- [The task]: Copy out exactly the lines that begin with the one containing "yields, yield_all, samples" and continue until the last line of the material.

- [Records]:
/// Runs `runs` Monte Carlo evaluations with the design's seed, and the yields of its
/// requirements; `progress` is called now and then with the count done.
pub fn monte_carlo(
    design: &Design,
    levers: &[Lever],
    figs: &[Figure],
    names: &[String],
    runs: u32,
    progress: &(dyn Fn(Progress) + Sync),
) -> MonteCarlo {
    let seed = design.analysis.seed;
    let requirements = &design.requirements;
    let done = std::sync::atomic::AtomicU64::new(0);
    // Every run's Newton starts at the nominal operating point.
    let near = crate::analysis::evaluate::operating_point(design);
    let samples: Vec<Option<Metrics>> = (0..runs as u64)
        .into_par_iter()
        .map(|k| {
            let sample = perturbed(design, levers, &draw(levers, seed, k));
            let m = crate::analysis::evaluate::metrics_near(&sample, near.as_ref()).ok();
            let n = done.fetch_add(1, std::sync::atomic::Ordering::Relaxed) + 1;
            if n % 64 == 0 {
                progress(Progress { stage: Stage::MonteCarlo, done: n, total: runs as u64 });
            }
            m
        })
        .collect();
    let failed_runs: Vec<u64> =
        samples.iter().enumerate().filter(|(_, m)| m.is_none()).map(|(k, _)| k as u64).collect();
    let spreads = figs
        .iter()
        .filter_map(|f| {
            let mut v: Vec<f64> = samples.iter().flatten().filter_map(|m| f.of(m)).collect();
            if v.len() < 2 {
                return None;
            }
            let n = v.len() as f64;
            let mean = v.iter().sum::<f64>() / n;
            let var = v.iter().map(|x| (x - mean).powi(2)).sum::<f64>() / (n - 1.0);
            v.sort_by(f64::total_cmp);
            Some(Spread {
                figure: f.key(names),
                mean,
                std_dev: var.sqrt(),
                percentiles: [1.0, 5.0, 50.0, 95.0, 99.0].map(|p| percentile(&v, p)),
                count: v.len(),
            })
        })
        .collect();
    let checks: Vec<(&str, Option<crate::design::Limits>, Figure)> = requirements
        .items()
        .into_iter()
        .map(|(name, limits)| (name, limits, Figure::of_requirement(name)))
        .collect();
    let within = |l: &crate::design::Limits, v: Option<f64>| v.is_some_and(|v| l.contains(v));
    let total = samples.len().max(1) as f64;
    let mut yields = Vec::new();
    let mut any = false;
    for (name, limits, fig) in &checks {
        if let Some(l) = limits {
            any = true;
            let pass =
                samples.iter().filter(|m| m.as_ref().is_some_and(|m| within(l, fig.of(m)))).count();
            yields.push((name.to_string(), pass as f64 / total));
        }
    }
    let yield_all = any.then(|| {
        samples
            .iter()
            .filter(|m| {
                m.as_ref().is_some_and(|m| {
                    checks.iter().all(|(_, l, fig)| l.as_ref().is_none_or(|l| within(l, fig.of(m))))
                })
            })
            .count() as f64
            / total
    });
    MonteCarlo { runs, seed, failed_runs, spreads, yields, yield_all, samples }
}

- [Task answer]:
    MonteCarlo { runs, seed, failed_runs, spreads, yields, yield_all, samples }
}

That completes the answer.